Solved – How to interpret the direction of the Harvey-Collier test and Rainbow test for linearity

diagnosticlinearlinearitynonlinearityr

I implemented both those tests with R, using the lmtest package. Both tests directionally say the same thing (I think) with a very similar p-value of very close to 0. But, are those tests saying that the underlying regression model's residuals are adequately linear. Or are they saying just the opposite. I know that the tests have slightly different nuances. The Harvey-Collier test indicates whether the residuals are linear. Meanwhile, the Rainbow test indicates whether the linear fit of the model is adequate even if some underlying relationships are not linear. Any insight, on the interpretation of those results is greatly appreciated.

I am posting the results of the tests below:

In R with lmtest package.

harvtest(Regression, order.by = NULL)

    Harvey-Collier test

data: Regression
HC = 4.3826, df = 119, p-value = 2.543e-05

raintest(Regression, fraction = 0.5, order.by = NULL, center = NULL)

    Rainbow test

data: Regression
Rain = 1.7475, df1 = 62, df2 = 58, p-value = 0.01664

Best Answer

OK, I can't find great references for the Harvey-Collier test; they appear to almost all be paywalled. However, the intuition behind the rainbow test is easy to describe.

Suppose you're trying to fit a linear model where it's inadequate.
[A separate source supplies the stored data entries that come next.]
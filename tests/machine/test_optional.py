import pytest

from diskwatch.machine.optional import BACKGROUND, STATISTICS, TEMPERATURE, OptionalLogs
from diskwatch.machine.protocol import Address, Found
from diskwatch.machine.reading import understood
from diskwatch.records import Drive, Identity, Kind, Place, Reading
from diskwatch.units import DAY
from tests.machine.recordings import FIXTURES, text_of
from tests.machine.test_device_statistics import LOG as STATISTICS_LOG

AT = 1_800_000_000
HDD = text_of(FIXTURES / "invented_hdd_failing" / "all.txt")  # 2,264 sectors reallocated by its attribute table
SAS = text_of(FIXTURES / "invented_sas_megaraid_failing" / "all.txt")
NOT_THERE = "Device Statistics (GP/SMART Log 0x04) not supported\n"
SCT_STATUS = "SCT Status Version:                  3\nSpecified Max Operating Temperature:    60 Celsius\n"
SCAN = (
    "Background scan results log\n"
    "    Accumulated power on time, hours:minutes 41211:27 [2472687 minutes]\n"
    "    Number of background scans performed: 855,  scan progress: 52.92%\n"
    "   1 100:00  0000000011b74d24  [1,17,1]   Require Write or Reassign Blocks command\n"
)
NO_LIMIT = STATISTICS_LOG.replace(" 70  ---", "  -  ---")


class Asking:
    """A drive that is asked pass by pass."""

    def __init__(self, *, has: bool | None = None, kind: Kind = Kind.HDD, instance: str = "1") -> None:
        self.optional = OptionalLogs()
        self.at = AT
        self.found = Found(
            address=Address(node="/dev/sdx", type="sat"),
            blocks=("sdx",),
            place=Place(device="/dev/sdx"),
            drive=Drive(identity=Identity(wwn=None, model=None, serial=None, path="/dev/sdx"), kind=kind),
            instance=instance,
            has_statistics=has,
        )

    def wanted(self) -> set[str]:
        return set(self.optional.wanted(self.found, self.at))

    def read(self, text: str, *, after: int = 1800) -> Reading:
        asked = self.optional.wanted(self.found, self.at)
        lines = tuple(text.splitlines())
        first = self.optional.statistics_first(self.found)
        what = understood(lines, None, type_="sat", path="/dev/sdx", statistics_first=first)
        reading = self.optional.learn(self.found, asked, what, lines, None, at=self.at)
        self.at += after
        return reading


def test_log_04h_is_asked_for_from_the_first_pass_on_where_the_kernel_knows_of_it():
    drive = Asking(has=True)
    assert drive.wanted() == {STATISTICS}
    assert drive.read(HDD + STATISTICS_LOG).get("reallocated-sectors") == 16
    assert STATISTICS in drive.wanted()


def test_without_the_kernels_word_the_drives_own_answer_decides():
    drive = Asking()
    assert drive.wanted() == set()
    drive.read(HDD)
    assert STATISTICS in drive.wanted()
    for text in (
        HDD.replace("General Purpose Logging supported", "No General Purpose Logging support"),
        HDD.replace("ACS-", "ATA8-"),
    ):
        assert text != HDD
        other = Asking()
        other.read(text)
        assert STATISTICS not in other.wanted()


def test_a_counter_keeps_the_source_of_its_first_reading():
    drive = Asking()
    assert drive.read(HDD).get("reallocated-sectors") == 2_264
    second = drive.read(HDD + STATISTICS_LOG)
    assert second.get("reallocated-sectors") == 2_264
    assert second.get("command-resets") == 1_254  # what the table does not have is filled in


def test_where_log_04h_fails_once_its_signals_are_unknown_and_not_taken_from_elsewhere():
    drive = Asking(has=True)
    drive.read(HDD + STATISTICS_LOG)
    silent = {value.signal: value for value in drive.read(HDD).values}
    assert silent["reallocated-sectors"].value is None
    assert silent["reallocated-sectors"].reason
    assert silent["spin-retries"].value is not None
    assert STATISTICS in drive.wanted()
    assert drive.read(HDD + STATISTICS_LOG).get("reallocated-sectors") == 16


def test_a_log_that_the_drive_lacks_is_asked_for_once():
    drive = Asking(has=True)
    assert drive.read(HDD + NOT_THERE).get("reallocated-sectors") == 2_264
    assert STATISTICS not in drive.wanted()
    late = Asking()
    late.read(HDD)
    late.read(HDD)  # asked for this time, and silent
    assert STATISTICS not in late.wanted()


def test_a_drive_that_no_longer_has_log_04h_goes_back_to_its_table():
    drive = Asking(has=True)
    drive.read(HDD + STATISTICS_LOG)
    assert drive.read(HDD + NOT_THERE).get("reallocated-sectors") == 2_264
    assert STATISTICS not in drive.wanted()
    assert drive.read(HDD).get("reallocated-sectors") == 2_264


@pytest.mark.parametrize("answer", ["", "Read GP Log Directory failed\n" + NOT_THERE])
def test_a_foretold_log_that_is_silent_at_first_does_not_hand_the_counters_to_the_table_at_once(answer: str):
    drive, patient = Asking(has=True), Asking(has=True)
    for _ in range(2):
        assert drive.read(HDD + answer).get("reallocated-sectors") is None
        assert STATISTICS in drive.wanted()
    assert drive.read(HDD + answer).get("reallocated-sectors") == 2_264
    assert STATISTICS not in drive.wanted()
    patient.read(HDD + answer)
    assert patient.read(HDD + STATISTICS_LOG).get("reallocated-sectors") == 16
    assert patient.read(HDD).get("reallocated-sectors") is None


def test_another_device_is_learnt_anew():
    drive = Asking(has=True)
    drive.read(HDD + NOT_THERE)
    assert drive.wanted() == {TEMPERATURE}
    again = Asking(has=True, instance="2")
    again.optional = drive.optional
    assert again.wanted() == {STATISTICS}


def test_sct_status_is_asked_for_at_most_once_a_day_and_its_limit_holds_meanwhile():
    drive = Asking(has=False)
    assert drive.read(HDD).warning_celsius is None
    assert TEMPERATURE in drive.wanted()
    assert drive.read(HDD + SCT_STATUS).warning_celsius == 60
    assert TEMPERATURE not in drive.wanted()
    assert drive.read(HDD, after=DAY).warning_celsius == 60
    assert TEMPERATURE in drive.wanted()


def test_sct_status_is_not_asked_for_where_log_04h_states_the_limit():
    stated, silent = Asking(has=True), Asking(has=True)
    assert stated.read(HDD + STATISTICS_LOG).warning_celsius == 70
    silent.read(HDD + NO_LIMIT)
    assert (TEMPERATURE in stated.wanted(), TEMPERATURE in silent.wanted()) == (False, True)


def test_sct_status_is_never_asked_of_the_family_that_it_can_freeze():
    model = next(line for line in HDD.splitlines() if line.startswith("Device Model"))
    drive = Asking(has=False)
    drive.read(HDD.replace(model, "Device Model:     TOSHIBA DT01ACA300"))
    assert drive.wanted() == set()


def test_nothing_more_is_asked_through_a_usb_adapter():
    drive = Asking(has=True, kind=Kind.USB)
    drive.read(HDD)
    assert drive.wanted() == set()


def test_the_background_scan_of_a_scsi_drive_is_asked_for_where_its_answer_shows_it():
    shown = SAS.replace("hours:minutes 41211:27", "hours:minutes 41211:27 [2472687 minutes]")
    assert shown != SAS
    for text, wanted in ((SAS, set()), (shown, {BACKGROUND})):
        drive = Asking(kind=Kind.SAS)
        drive.read(text)
        assert drive.wanted() == wanted
    assert drive.read(shown + SCAN).get("pending-sectors") == 1
    assert drive.wanted() == {BACKGROUND}
    lacking = Asking(kind=Kind.SAS)
    lacking.read(shown)
    lacking.read(shown + "Device does not support Background scan results logging\n")
    assert lacking.wanted() == set()


def test_an_nvme_drive_is_asked_for_no_more():
    drive = Asking(kind=Kind.NVME)
    drive.read(text_of(FIXTURES / "invented_nvme_hot" / "all.txt"))
    assert drive.wanted() == set()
Let's use a very simple quadratic model for example: $X \sim N(1, 1); Y \sim X^2 + N(0, 0.2)$.

The idea of the rainbow test is that, when you "zoom in" on the curve $Y = X^2 + \epsilon$ (by looking only at the central data), the curve looks less curvy--more like a line--and so the model's fit improves. So for instance, if we make a linear model on a full dataset of 100 draws from the model above, here's what we get:

Full dataset regression

By contrast, if we restrict to points 1 SD away from the mean, here's what we get:

Regression on subset

As you can see, the fit improves noticeably, and the restriction also looks visibly more like a linear model.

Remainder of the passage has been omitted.